Polymyxin B combinations with FDA-approved non-antibiotic phenothiazine drugs targeting multi-drug resistance of Gram-negative pathogens

Maytham Hussein; Xiaohan Hu; Olivia K A Paulin; Simon Crawford; Qi Tony Zhou; Mark Baker; Elena K Schneider-Futschik; Yan Zhu; Jian Li; Tony Velkov

doi:10.1016/j.csbj.2020.08.008

Polymyxin B combinations with FDA-approved non-antibiotic phenothiazine drugs targeting multi-drug resistance of Gram-negative pathogens

Comput Struct Biotechnol J. 2020 Aug 21:18:2247-2258. doi: 10.1016/j.csbj.2020.08.008. eCollection 2020.

Authors

Affiliations

¹ Department of Pharmacology & Therapeutics, School of Biomedical Sciences, Faculty of Medicine, Dentistry and Health Sciences, The University of Melbourne, Parkville, VIC 3010, Australia.
² The Monash Ramaciotti Centre for Cryo-Electron Microscopy, Monash University, Clayton, Victoria 3800, Australia.
³ Department of Industrial and Physical Pharmacy, College of Pharmacy, Purdue University, West Lafayette, IN 47907-2091, USA.
⁴ Discipline of Biological Sciences, Priority Research Centre in Reproductive Biology, Faculty of Science and IT, University of Newcastle, University Drive, Callaghan NSW, 2308, Australia.
⁵ Monash Biomedicine Discovery Institute, Department of Microbiology, Monash University, Clayton, Victoria 3800, Australia.

Abstract

The status quo for combating uprising antibacterial resistance is to employ synergistic combinations of antibiotics.

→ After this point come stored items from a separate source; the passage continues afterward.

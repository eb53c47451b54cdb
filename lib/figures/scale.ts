/** How values of a quantity lie along an axis. Known to the page too, for its cursor. */

export type Scaling = 'linear' | 'log' | 'signed-log'

export interface Range {
  readonly scaling: Scaling
  readonly from: number
  readonly to: number
  /** For the signed logarithm sign(x) ln(1 + |x|/linear): up to about here it is as good as linear. */
  readonly linear: number
}

export const linearRange = (from: number, to: number): Range => ({ scaling: 'linear', from, to, linear: 1 })

/** The part of the axis below a value: 0 at `from`, 1 at `to`. */
export function fractionOf(range: Range, value: number): number {
  const [low, high] = [bent(range, range.from), bent(range, range.to)]
  return (bent(range, value) - low) / (high - low)
}

/** The value at a part of the axis. */
export function valueAt(range: Range, fraction: number): number {
  if (fraction === 0) return range.from
  if (fraction === 1) return range.to
  const [low, high] = [bent(range, range.from), bent(range, range.to)]
  return unbent(range, low + fraction * (high - low))
}

function bent({ scaling, linear }: Range, value: number): number {
  if (scaling === 'linear') return value
  return scaling === 'log' ? Math.log(value) : Math.sign(value) * Math.log1p(Math.abs(value) / linear)
}

function unbent({ scaling, linear }: Range, value: number): number {
  if (scaling === 'linear') return value
  return scaling === 'log' ? Math.exp(value) : Math.sign(value) * linear * Math.expm1(Math.abs(value))
}

/** The next of 1, 2 and 5 times a power of ten. */
export function roundStep(least: number): number {
  const power = 10 ** Math.floor(Math.log10(least))
  return power * ([1, 2, 5].find((one) => one * power >= least) ?? 10)
}

/** Parts of an axis that nobody can tell apart. */
const FINEST = 1e-5

/** A value with the digits that can be seen along an axis, which far from 0 are more than the first few. */
export function fine({ scaling, from, to }: Range, value: number): number {
  const least = scaling === 'linear' ? FINEST * (to - from) : FINEST * Math.abs(value)
  const decimals = Math.ceil(-Math.log10(least))
  return decimals >= 0 && decimals <= 100 ? Number(value.toFixed(decimals)) : Number(value.toPrecision(6))
}
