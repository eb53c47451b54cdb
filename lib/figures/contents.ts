/** What a universe is made of at a size, and whether its expansion speeds up then. */

import type { Component } from '../components'
import type { Arm } from '../history/arm'

const ERAS = ['radiation', 'matter', 'curvature', 'dark energy'] as const

export type Era = (typeof ERAS)[number]

/** A size of a universe, on the run of its history where it has it. */
export interface Size {
  readonly arm: Arm
  readonly N: number
}

/** Neutrinos count as radiation, as they do in the equality of matter and radiation. */
const ERA_OF: Readonly<Record<Component['key'], Era>> = {
  radiation: 'radiation',
  neutrino: 'radiation',
  matter: 'matter',
  curvature: 'curvature',
  dark: 'dark energy',
}

/** The component of the largest density, whatever its sign. */
export function dominantAt({ arm, N }: Size): Era {
  const { components } = arm.model
  const logs = components.map((one) => one.logSize(N))
  const largest = Math.max(...logs)
  const sizes: Record<Era, number> = { radiation: 0, matter: 0, curvature: 0, 'dark energy': 0 }
  components.forEach(({ key }, i) => {
    sizes[ERA_OF[key]] += Math.exp((logs[i] ?? largest) - largest)
  })
  return ERAS.reduce((best, one) => (sizes[one] > sizes[best] ? one : best))
}

/** ä/a = E² + ½ dE²/dN in units of H₀². */
export function accelerates({ arm, N }: Size): boolean {
  const { value, first } = arm.model.derivatives(N)
  return value + first / 2 > 0
}
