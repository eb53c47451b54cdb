/** What a cursor over the long view reads: every scale factor at the same times across the window. */
import type { Entry, Window } from './window'

export interface Readings {
  /** Gyr from now, ascending. */
  readonly times: readonly number[]
  /** For each curve its scale factors at these times, null where it is not there; they may lie above the window. */
  readonly scales: readonly (readonly (number | null)[])[]
}

/** Together with now, three special times of each of six scenarios, and both edges: 300 at most. */
const STEPS = 279

export function readingsOf(entries: readonly Entry[], window: Window): Readings {
  const times = timesOf(entries, window)
  return {
    times,
    scales: entries.map(({ scales }) => scales(times).map((scale) => (known(scale) ? digits(scale) : null))),
  }
}

function timesOf(entries: readonly Entry[], { from, to }: Window): number[] {
  const even = Array.from({ length: STEPS + 1 }, (_, i) => from + ((to - from) * i) / STEPS)
  const special = entries.flatMap(({ solution: { origin, end } }) => [
    origin.time,
    end.time,
    end.turnaround?.time ?? null,
  ])
  const inside = [...even, 0, ...special].filter((time) => time !== null && time >= from && time <= to) as number[]
  return [...new Set(inside.map(digits))].sort((one, other) => one - other)
}

const known = (scale: number | null): scale is number => scale !== null && Number.isFinite(scale)

/** As many as a screen can show and a read-out can use. */
function digits(value: number): number {
  return Number(value.toPrecision(7))
}
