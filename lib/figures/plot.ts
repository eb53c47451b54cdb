/** From the quantities of a figure to pixels. */
import { fractionOf, type Range } from './scale'
import { px } from './svg'

/** What the place of a figure asks for: a wide page, a phone, a slide. */
export interface Frame {
  readonly width: number
  readonly height: number
  /** Size of the type; lines and gaps follow from it. */
  readonly type: number
  /** True where labels have no room beside the plot. */
  readonly compact: boolean
  /** Begins the ids of this drawing, so that several fit one page. */
  readonly id: string
}

/** The plot's edges, in pixels from the upper left corner. */
export interface Edges {
  readonly left: number
  readonly right: number
  readonly top: number
  readonly bottom: number
}

export interface Plot extends Edges {
  readonly x: (value: number) => number
  readonly y: (value: number) => number
}

/** How much of a frame lies outside the plot, on each side. */
export type Margins = Edges

export function plotOf(
  frame: Pick<Frame, 'width' | 'height'>,
  margins: Margins,
  axes: { readonly x: Range; readonly y: Range },
): Plot {
  const [left, top] = [px(margins.left), px(margins.top)]
  const right = px(frame.width - margins.right)
  const bottom = px(frame.height - margins.bottom)
  return {
    left,
    right,
    top,
    bottom,
    x: (value) => px(left + fractionOf(axes.x, value) * (right - left)),
    y: (value) => px(bottom - fractionOf(axes.y, value) * (bottom - top)),
  }
}

/** The page's widths: a phone, a tablet, a desk or a hall. The long view is low, since it stays in sight. */
export const LONG_FRAMES: readonly Frame[] = [
  { id: 'narrow', width: 370, height: 262, type: 13, compact: true },
  { id: 'middle', width: 800, height: 330, type: 15, compact: false },
  { id: 'wide', width: 1240, height: 365, type: 15, compact: false },
]

export const VIEW_FRAMES: readonly Frame[] = [
  { id: 'narrow', width: 370, height: 310, type: 13, compact: true },
  { id: 'middle', width: 800, height: 400, type: 15, compact: false },
  { id: 'wide', width: 1240, height: 460, type: 15, compact: false },
]
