/** Places that are kept at most. */
const MOST = 4096

/** What is asked again and again at the same places is computed once. */
export function remembered<T>(answer: (place: number) => T): (place: number) => T {
  const known = new Map<number, T>()
  return (place) => {
    const found = known.get(place)
    if (found !== undefined) return found
    if (known.size === MOST) known.clear()
    const value = answer(place)
    known.set(place, value)
    return value
  }
}

/** For what is asked again and again in the same words: the last answer. */
export function lastOf<Question, Answer>(
  textOf: (question: Question) => string,
  answer: (question: Question) => Answer,
): (question: Question) => Answer {
  let last: { readonly text: string; readonly answer: Answer } | null = null
  return (question) => {
    const text = textOf(question)
    if (last?.text !== text) last = { text, answer: answer(question) }
    return last.answer
  }
}
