/** What the long view asks of a solution, each time only once: a figure asks for the same times again while it is dragged. */
import { isEvent } from '../history/event'
import { eventAtGyr, type Solution } from '../solve'
import { courseOf, told } from './course'
import { erasOf } from './eras'
import { remembered } from './remembered'
import type { Entry } from './window'

export function entryOf(solution: Solution): Entry<Solution> {
  const eventAt = remembered((time) => eventAtGyr(solution, time))
  const course = courseOf(solution, eventAt)
  const scaleAt = (time: number) => {
    const event = eventAt(time)
    return isEvent(event) ? Math.exp(event.place.N) : null
  }
  return {
    solution,
    scales: (times) => times.map(scaleAt),
    eras: (x) => erasOf(course, told, x),
  }
}
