/** Until when a place at rest in the expansion can be seen. */
import { eventAtConformal, eventAtScale, type Found, isEvent } from '../history/event'
import type { History } from '../history/history'
import { isMissing, missing } from './outcome'
import { eventHorizon } from './sight'

/**
 * The last event at comoving distance χ (c/H₀) from which light still reaches us, where χ_eh = χ: it crosses our event
 * horizon then. Missing where there is no event horizon, and where none of its light ever arrives.
 * Definition: Rindler 1956, MNRAS 116, 662.
 */
export function lastSight(history: History, chi: number): Found {
  const now = eventAtScale(history, 0, 'expanding')
  /* v8 ignore if -- every history has its today */
  if (!isEvent(now)) return now
  const left = eventHorizon(history, now)
  if (isMissing(left)) return left
  const event = eventAtConformal(history, left - chi)
  return isEvent(event) ? event : missing('none of its light reaches us before the end')
}
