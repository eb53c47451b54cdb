/** Both axes, the grid, and the line of now. */
import { ticks } from 'd3-array'
import { fixed, signed } from '../words/number'
import type { Frame, Plot } from './plot'
import { px, type SvgNode, svg } from './svg'
import type { Window } from './window'

/** About so many units of type per tick. */
const TIME_TICK = { wide: 8, compact: 6 }
const SCALE_TICK = 4
/** Size of axis text in units of the type. */
const SMALL = 0.9

export function timeAxisTitle(): string {
  return 'time from now, Gyr'
}

export function axes(window: Window, plot: Plot, frame: Frame, scaleTitle: string): SvgNode[] {
  const size = px(frame.type * SMALL)
  return [
    ...scaleAxis(window, plot, frame, size),
    ...timeAxis(window, plot, frame, size),
    svg(
      'text',
      { x: frame.compact ? 0 : plot.left, y: px(plot.top - 0.55 * frame.type), 'font-size': size, class: 'axis' },
      ...italicEnd(scaleTitle),
    ),
  ]
}

/** The symbol at the end of an axis title stands in italics. */
function italicEnd(title: string): (SvgNode | string)[] {
  const cut = title.lastIndexOf(' ') + 1
  return [title.slice(0, cut), svg('tspan', { class: 'symbol' }, title.slice(cut))]
}

function scaleAxis({ top }: Window, plot: Plot, { type }: Frame, size: number): SvgNode[] {
  const count = Math.max(2, Math.round((plot.bottom - plot.top) / (SCALE_TICK * type)))
  return ticks(0, top, count).flatMap((a) => {
    const y = plot.y(a)
    const line = svg('line', { x1: plot.left, x2: plot.right, y1: y, y2: y, class: a === 0 ? 'base' : 'grid' })
    const place = {
      x: px(plot.left - 0.7 * type),
      y: px(y + 0.32 * size),
      'font-size': size,
      'text-anchor': 'end',
      class: 'axis',
    }
    return [line, svg('text', place, a === 0 ? '0' : String(a))]
  })
}

function timeAxis({ from, to }: Window, plot: Plot, frame: Frame, size: number): SvgNode[] {
  const { type, compact } = frame
  const count = Math.max(
    2,
    Math.round((plot.right - plot.left) / ((compact ? TIME_TICK.compact : TIME_TICK.wide) * type)),
  )
  const step = ticks(from, to, count)
  const decimals = step.some((time) => !Number.isInteger(time)) ? 1 : 0
  const y = px(plot.bottom + 1.35 * type)
  const near = 2.6 * type
  const shown = step.filter((time) => time === 0 || Math.abs(plot.x(time) - plot.x(0)) > near)
  const texts = shown.flatMap((time) => {
    const x = plot.x(time)
    const tick = svg('line', { x1: x, x2: x, y1: plot.bottom, y2: px(plot.bottom + 0.3 * type), class: 'tick' })
    const label = time === 0 ? 'now' : signed(fixed(time, decimals))
    return [
      tick,
      svg(
        'text',
        { x, y, 'font-size': size, 'text-anchor': 'middle', class: time === 0 ? 'axis now-text' : 'axis' },
        label,
      ),
    ]
  })
  const title = compact
    ? svg(
        'text',
        { x: plot.right, y: px(y + 1.2 * type), 'font-size': size, 'text-anchor': 'end', class: 'axis' },
        timeAxisTitle(),
      )
    : svg('text', { x: frame.width, y, 'font-size': size, 'text-anchor': 'end', class: 'axis' }, timeAxisTitle())
  const now = svg('line', { x1: plot.x(0), x2: plot.x(0), y1: plot.top, y2: plot.bottom, class: 'now' })
  return [...texts, title, now]
}
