/**
 * What the long view asks of a solution, each time only once: a figure asks for the same times again while it is dragged, and for
 * the same range while another scenario is.
 */
import { isEvent } from '../history/event'
import { eventAtGyr, type Solution } from '../solve'
import { courseOf, told } from './course'
import { erasOf } from './eras'
import { linesOf } from './lines'
import { lastOf, remembered } from './remembered'
import type { Range } from './scale'
import type { Entry, Scales, Seen } from './window'

export function entryOf(solution: Solution): Entry<Solution> {
  const eventAt = remembered((time) => eventAtGyr(solution, time))
  const course = courseOf(solution, eventAt)
  const scaleAt = (time: number) => {
    const event = eventAt(time)
    return isEvent(event) ? Math.exp(event.place.N) : null
  }
  const eras = lastOf(textOf, (x: Range) => erasOf(course, told, x))
  return { ...plainEntry(solution, (times) => times.map(scaleAt)), eras }
}

/** Of a history of which the scale factor alone is known. */
export const plainEntry = <S extends Seen>(solution: S, scales: Scales): Entry<S> => ({
  solution,
  scales,
  lines: lastOf(
    ({ x, y }) => `${textOf(x)} ${textOf(y)}`,
    (ranges) => linesOf(solution, scales, ranges),
  ),
})

const textOf = ({ scaling, from, to, linear }: Range): string => `${scaling} ${from} ${to} ${linear}`
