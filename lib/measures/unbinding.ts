/**
 * When a bound system is torn apart on the way to a rip: ä/a = (2π/P)² for a system of period P.
 * An order of magnitude: a circular orbit loses its bound state already at ä/a = (27/256)(2π/P)².
 * Compare Caldwell, Kamionkowski & Weinberg 2003, Phys. Rev. Lett. 91, 071301: t_rip − t ≈ P √(2|1+3w|)/(6π|1+w|).
 */

import { JULIAN_YEAR } from '../constants'
import type { Arm } from '../history/arm'
import { integralOfExp } from '../history/far'
import type { History } from '../history/history'
import { fromToday, type Place, placeAt, toEnd } from '../history/place'
import { logExpansion, type Model } from '../model'
import { brent } from '../numerics/roots'
import { hubbleTimeGyr } from '../units'

const YEAR = JULIAN_YEAR
const MINUTE = 60

/** Periods: common practice, no source; the atom's is the classical period of the electron of hydrogen. */
export const UNBOUND_SYSTEMS = [
  { kind: 'unbinding-cluster', label: 'clusters of galaxies come apart', period: 3.6e9 * YEAR },
  { kind: 'unbinding-galaxy', label: 'large galaxies come apart', period: 225e6 * YEAR },
  { kind: 'unbinding-planet', label: 'planets leave their stars', period: YEAR },
  { kind: 'unbinding-earth', label: 'rocky planets break up', period: 90 * MINUTE },
  { kind: 'unbinding-atom', label: 'atoms are torn apart', period: 1.5e-16 },
] as const
export type UnboundSystem = (typeof UNBOUND_SYSTEMS)[number]

const DESTRUCTIVE: readonly History['end']['kind'][] = ['rip', 'little-rip', 'singular']

export interface Unbinding {
  /** From now, and left to the end, in 1/H₀; null where rounding of ln a leaves too little of what is left. */
  readonly time: number
  readonly remaining: number | null
  /** ln a. */
  readonly N: number
}

/** Null when the universe does not end that way, or the system is never bound after today. */
export function unbinding(history: History, h0: number, { period }: UnboundSystem): Unbinding | null {
  if (!DESTRUCTIVE.includes(history.end.kind)) return null
  const { future } = history
  const periods = (hubbleTimeGyr(h0) * 1e9 * YEAR) / period
  const threshold = 2 * Math.log(2 * Math.PI * periods)
  const excess = (N: number) => logAcceleration(future.model, N) - threshold
  if (excess(0) >= 0) return null
  const far = firstAbove(excess)
  if (far === null) return null
  const N = brent(excess, 0, far)
  const { total } = future.time
  const place = placeAt(future, N)
  if (place) {
    // Rounding alone must not put it behind the end.
    return { time: Math.min(fromToday(place, 'time'), total), remaining: remainingFrom(future, place), N }
  }
  if (future.end.kind !== 'none') return null
  // Farther than times from today are followed: next to all of the time has passed.
  const remaining = remainingAt(future, N)
  return { time: total - remaining, remaining, N }
}

/**
 * What is left of time. Where dark energy outgrows every power, the panels end when they add nothing to the whole time, which is too
 * early for what is left: it is integrated on its own.
 */
function remainingFrom(future: Arm, place: Place): number | null {
  const { end } = future
  if (end.kind !== 'none') {
    const left = toEnd(place, 'time')
    const blurred = Math.abs(end.N - place.N) < BLURRED * Math.abs(end.N) || left < BLURRED * future.time.total
    return blurred ? null : left
  }
  if (future.tail !== null) return toEnd(place, 'time')
  return remainingAt(future, place.N)
}

const remainingAt = ({ model }: Arm, from: number): number => integralOfExp((N) => -0.5 * logExpansion(model, N), from)

/** Part of ln a, or of the whole time, that eps blurs by a millionth. */
const BLURRED = 1e6 * Number.EPSILON

/** Doubling steps until the system is unbound; null where ln a grows beyond all numbers that the law can be asked for. */
function firstAbove(excess: (N: number) => number): number | null {
  for (let N = 1; N < 1e300; N *= 2) if (excess(N) > 0) return N
  return null
}

const [logs, weights]: [number[], number[]] = [[], []]

/** ln of ä/a in H₀², −∞ where it is not positive; by logarithms, for E² leaves the doubles before an atom breaks. */
function logAcceleration({ components }: Model, N: number): number {
  let largest = Number.NEGATIVE_INFINITY
  components.forEach((one, i) => {
    const [low, high] = one.exponentRange(N, N)
    const sign = one.terms ? Math.sign(one.density(N)) : Math.sign(one.omega)
    logs[i] = one.logSize(N)
    weights[i] = sign * (1 - (low + high) / 4)
    largest = Math.max(largest, logs[i])
  })
  if (largest === Number.POSITIVE_INFINITY) return largest
  const sum = components.reduce((before, _, i) => before + weights[i] * Math.exp(logs[i] - largest), 0)
  return largest + Math.log(Math.max(0, sum))
}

Nevertheless, the currently available combination therapies are fast becoming untenable. Combining antibiotics with various FDA-approved non-antibiotic drugs has emerged as a novel strategy against otherwise untreatable multi-drug resistant (MDR) pathogens. The apex of this study was to investigate the mechanisms of antibacterial synergy of the combination of polymyxin B with the phenothiazines against the MDR Gram-negative pathogens Acinetobacter baumannii, Klebsiella pneumoniae and Pseudomonas aeruginosa. The synergistic antibacterial effects were tested using checkerboard and static time-kill assays. Electron microscopy (EM) and untargeted metabolomics were used to ascertain the mechanism(s) of the antibacterial synergy. The combination of polymyxin B and the phenothiazines showed synergistic antibacterial activity in checkerboard and static time-kill assays at clinically relevant concentrations against both polymyxin-susceptible and polymyxin-resistant isolates. EM revealed that the polymyxin B-prochlorperazine combination resulted in greater damage to the bacterial cell compared to each drug monotherapy. In metabolomics, at 0.5 h, polymyxin B monotherapy and the combination (to a greatest extent) disorganised the bacterial cell envelope as manifested by a major perturbation in bacterial membrane lipids (glycerophospholipids and fatty acids), peptidoglycan and lipopolysaccharide (LPS) biosynthesis. At the late time exposure (4 h), the aforementioned effects (except LPS biosynthesis) perpetuated mainly with the combination therapy, indicating the disorganising bacterial membrane biogenesis is potentially behind the mechanisms of antibacterial synergy. In conclusion, the study highlights the potential usefulness of the combination of polymyxin B with phenothiazines for the treatment of polymyxin-resistant Gram-negative infections (e.g. CNS infections).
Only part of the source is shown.